After months of haggling between London and Brussels, investors appear unsettled by what some believe to be a “thin” post-Brexit free trade agreement – despite reassurances from both Boris Johnson and European Commission President, Ursula Von Der Leyen about the strength of the deal for both sides. One major concern is the future of the services sector, which accounts for 80% of the UK economy and was largely absent in the deal. The government must, therefore, return to the negotiating table to secure access to the EU for services companies.

The pound vs dollar rate spent much of yesterday snaking its way between the 1.34 and 1.35 benchmarks – as has largely been the case since the deal was announced last week. By this morning, the pair had managed to settle firmly in 1.35 territory.
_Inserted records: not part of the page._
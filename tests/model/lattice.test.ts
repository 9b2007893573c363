// Site geometry and dipolar couplings (issue 19), against the chain formulas of docs/model.md (the
// code before [lattice], kept in src/model/model.ts as pairCouplings and nearestNeighbourBonds) and
// against V (1 - 3 cos^2 theta) / r^3 written out here (textbook dipole-dipole interaction).
import { describe, expect, it } from 'vitest';
import { buildModel, nearestNeighbourBonds, pairCouplings, type PairList } from '../../src/model/model.js';
import { pairIndex } from '../../src/model/lattice.js';
import { describeGeometry, distinctCouplings } from '../../src/model/geometryText.js';
import { validateSpec } from '../../src/spec/spec.js';
import { rng } from '../support/random.js';

function arrays(list: PairList): { i: number[]; j: number[]; value: Float64Array } {
  return { i: Array.from(list.i), j: Array.from(list.j), value: list.value };
}

/** A random chain spec with every coupling on, as [chain]. */
function randomChain(rand: () => number): Record<string, any> {
  const periodic = rand() < 0.5;
  const sites = (periodic ? 3 : 1) + Math.floor(rand() * 9);
  const dipolar = () => rand() < 0.6;
  const exRange = dipolar() ? 'dipolar' : 'nearest';
  const isRange = dipolar() ? 'dipolar' : 'nearest';
  const exchange: Record<string, unknown> = { strength: rand() * 4 - 2, range: exRange };
  // A cutoff within half the ring, which [lattice] requires (beyond it every cutoff is the same as none).
  const half = periodic ? Math.floor(sites / 2) : sites;
  if (exRange === 'dipolar' && rand() < 0.5) exchange.cutoff = 1 + rand() * Math.max(0, half - 1);
  const ising: Record<string, unknown> = { strength: rand() * 4 - 2, moments: [0.3, -0.7, 1.1], range: isRange };
  if (isRange === 'dipolar' && rand() < 0.5) ising.cutoff = 1 + rand() * Math.max(0, half - 1);
  const kind = rand() < 0.5 ? 'pinned' : 'hardcore';
  const particles = kind === 'pinned' ? {} : { kind, number: 1, hopping: rand() + 0.1 };
  return {
    chain: { sites, boundary: periodic ? 'periodic' : 'open' },
    levels: { count: 3 },
    exchange,
    ising,
    particles,
  };
}

describe('chains through the lattice code reproduce the chain formulas bit for bit', () => {
  const rand = rng(1919);
  const cases = Array.from({ length: 40 }, () => randomChain(rand));
  it.each(cases.map((c, k) => [k, c] as const))('random chain %i', (_, raw) => {
    const { sites, boundary } = raw.chain as { sites: number; boundary: string };
    const periodic = boundary === 'periodic';
    const spec = validateSpec(structuredClone(raw));
    const ex = spec.exchange;
    const is = spec.ising;
    const hopping = spec.particles.kind === 'pinned' ? 0 : spec.particles.hopping;
    const expected = {
      exchange: arrays(pairCouplings(sites, periodic, ex.strength, ex.range, ex.cutoff)),
      ising: arrays(pairCouplings(sites, periodic, is.strength, is.range, is.cutoff)),
      bonds: arrays(nearestNeighbourBonds(sites, periodic, hopping)),
    };
    const variants: Record<string, any>[] = [
      spec,
      { ...raw, chain: undefined, lattice: { shape: 'chain', size: [sites], boundary } },
    ];
    // An open chain as custom positions along x.
    if (!periodic)
      variants.push({
        ...raw,
        chain: undefined,
        lattice: { shape: 'custom', positions: Array.from({ length: sites }, (_, i) => [i, 0]) },
      });
    for (const variant of variants) {
      const model = buildModel(variant === spec ? spec : validateSpec(JSON.parse(JSON.stringify(variant))));
      // toEqual on Float64Array compares every element with Object.is semantics: exact bits (bar NaN).
      expect(arrays(model.exchangePairs)).toEqual(expected.exchange);
      expect(arrays(model.isingPairs)).toEqual(expected.ising);
      expect(arrays(model.hoppingBonds)).toEqual(expected.bonds);
      expect(model.sites).toBe(sites);
    }
  });
});

describe('geometry', () => {
  it('numbers sites row-major, x fastest, and renumbers around vacancies', () => {
    const model = buildModel(
      validateSpec({
        lattice: { shape: 'square', size: [3, 2], spacing: [1, 2], vacancies: [1] },
        levels: { count: 2 },
      }),
    );
    const g = model.geometry;
    expect(Array.from(g.latticeIndex)).toEqual([0, 2, 3, 4, 5]);
    expect(Array.from(g.positions)).toEqual([0, 0, 0, 2, 0, 0, 0, 2, 0, 1, 2, 0, 2, 2, 0]);
    expect(g.isChain).toBe(false);
    expect(model.chainPeriodic).toBe(false);
  });

  it('puts triangular sites on a1 = (1, 0), a2 = (1/2, sqrt 3 / 2): every neighbour at distance 1, six around an inner site', () => {
    const model = buildModel(
      validateSpec({
        lattice: { shape: 'triangular', size: [3, 3] },
        levels: { count: 2 },
        particles: { kind: 'hardcore', number: 1, hopping: 1 },
      }),
    );
    const g = model.geometry;
    expect(g.positions[3 * 4]).toBeCloseTo(1.5, 15);
    expect(g.positions[3 * 4 + 1]).toBeCloseTo(Math.sqrt(3) / 2, 15);
    const degree = new Array<number>(9).fill(0);
    for (let b = 0; b < model.hoppingBonds.count; b++) {
      degree[model.hoppingBonds.i[b]]++;
      degree[model.hoppingBonds.j[b]]++;
    }
    // Common practice: the triangular lattice has coordination 6; a 3x3 open patch has 16 bonds.
    expect(degree[4]).toBe(6);
    expect(model.hoppingBonds.count).toBe(16);
  });

  it('minimum image on a periodic square lattice: the pair half a box apart averages its tied images', () => {
    // 4x4 periodic, field along x: the pair (0, 2) is 2 apart along x by both images (factor 1 - 3 = -2),
    // the pair (0, 8) 2 apart along y (factor 1); the pair (0, 10) at (2, 2) has four tied images, all
    // with cos^2 = 1/2, so factor 1 - 3/2 = -1/2.
    const model = buildModel(
      validateSpec({
        lattice: { shape: 'square', size: [4, 4], boundary: 'periodic', field: [1, 0, 0] },
        levels: { count: 2 },
      }),
    );
    const g = model.geometry;
    const at = (i: number, j: number) => pairIndex(i, j, 16);
    expect(g.distance[at(0, 2)]).toBe(2);
    expect(g.angular[at(0, 2)]).toBe(-2);
    expect(g.angular[at(0, 8)]).toBe(1);
    expect(g.distance[at(0, 10)]).toBeCloseTo(Math.SQRT2 * 2, 14);
    expect(g.angular[at(0, 10)]).toBeCloseTo(-0.5, 14);
    // The pair (0, 3) wraps: distance 1 along x.
    expect(g.distance[at(0, 3)]).toBe(1);
    expect(g.wraps[at(0, 3)]).toBe(1);
  });

  it('dipolar couplings are V (1 - 3 cos^2 theta) / r^3 for a tilted field (textbook dipole-dipole interaction)', () => {
    const positions = [
      [0, 0, 0],
      [1, 0, 0],
      [0.3, 1.7, 0],
      [2, -1, 0.5],
    ];
    const field = [0.2, -0.5, 0.9];
    const norm = Math.hypot(...field);
    const V = 1.7;
    const model = buildModel(
      validateSpec({
        lattice: { shape: 'custom', positions, field },
        levels: { count: 2 },
        exchange: { strength: V, range: 'dipolar' },
      }),
    );
    const pairs = model.exchangePairs;
    expect(pairs.count).toBe(6);
    for (let p = 0; p < pairs.count; p++) {
      const a = positions[pairs.i[p]];
      const b = positions[pairs.j[p]];
      const d = b.map((x, c) => x - a[c]);
      const r = Math.hypot(...d);
      const cos = (d[0] * field[0] + d[1] * field[1] + d[2] * field[2]) / (r * norm);
      expect(pairs.value[p]).toBeCloseTo((V * (1 - 3 * cos * cos)) / r ** 3, 13);
    }
  });

  it('"nearest" keeps the shortest separations only, with their angular factors', () => {
    // A 3x2 ladder with rungs 1.5 apart: only the legs (distance 1) are nearest.
    const model = buildModel(
      validateSpec({
        lattice: { shape: 'ladder', size: [3], spacing: [1, 1.5], field: [1, 0, 1] },
        levels: { count: 2 },
        exchange: { strength: 1 },
        particles: { kind: 'hardcore', number: 1, hopping: 1 },
      }),
    );
    const pairs = model.exchangePairs;
    expect(Array.from(pairs.i)).toEqual([0, 1, 3, 4]);
    expect(Array.from(pairs.j)).toEqual([1, 2, 4, 5]);
    // Separation along x, field at 45 degrees in the xz plane: cos^2 = 1/2.
    for (const v of pairs.value) expect(v).toBeCloseTo(-0.5, 14);
    expect(model.hoppingBonds.count).toBe(4);
  });

  it('custom bonds replace the nearest ones and drop those touching a vacancy', () => {
    const model = buildModel(
      validateSpec({
        lattice: {
          shape: 'square',
          size: [2, 2],
          bonds: [
            [0, 3],
            [1, 2],
            [2, 3],
          ],
          vacancies: [2],
        },
        levels: { count: 2 },
        particles: { kind: 'fermion', number: 1, hopping: 0.5 },
      }),
    );
    expect(Array.from(model.hoppingBonds.i)).toEqual([0]);
    expect(Array.from(model.hoppingBonds.j)).toEqual([2]);
  });
});

describe('the geometry as check prints it', () => {
  it('lists sites with positions, bonds, and the distinct coupling values with their pair counts', () => {
    // 2x2 open square, field along z: four sides at distance 1 (1 - 0 = 1) and two diagonals at
    // sqrt 2 (1 / 2^(3/2)), by V (1 - 3 cos^2 theta) / r^3 with theta = 90 degrees.
    const model = buildModel(
      validateSpec({
        lattice: { shape: 'square', size: [2, 2] },
        levels: { count: 2 },
        exchange: { strength: 2, range: 'dipolar' },
        particles: { kind: 'hardcore', number: 2, hopping: 1 },
      }),
    );
    const groups = distinctCouplings(model.exchangePairs);
    expect(groups.map((g) => g.pairs)).toEqual([4, 2]);
    expect(groups[0].value).toBe(2);
    expect(groups[1].value).toBeCloseTo(2 / 2 ** 1.5, 14);
    const text = describeGeometry(model).join('\n');
    expect(text).toContain('geometry: square, 4 sites, field [0, 0, 1]');
    expect(text).toMatch(/^3 +1 +1 +0$/m);
    expect(text).toContain('hopping bonds (nearest neighbours): 4: 0-1 0-2 1-3 2-3');
    expect(text).toContain('exchange V_ij: 6 coupled pairs, 2 distinct values');
    expect(text).toContain('diagonal term W_ij: no coupled pair');
  });
});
Dollar Weighed Down by US Stimulus Optimism

The dollar continued to slide on US stimulus optimism yesterday after the House of Representatives agreed to more than triple stimulus payments to Americans, before sending the proposal to the Senate for a further vote. The positive news was considered less upbeat for the safe-haven dollar, which suffered at the hands of a lift in market spirits and a subsequent boost in risk-taking. Investor optimism may be a little premature, however, as the legislation is not expected to pass through the Senate due to attempts by Republicans to rein in spending.

Looking Ahead

The government bill – which places the post-Brexit trade deal into law – is expected to pass through Parliament today when MPs and peers are recalled from their Christmas break to vote on it. Despite attracting criticism from some quarters, the general consensus is that it’s better than no deal at all – especially against the backdrop of the worsening pandemic in the UK.

Two economic data releases of note hit the headlines in the US today: the Chicago Purchasing Managers’ Index for December and Pending Home Sales.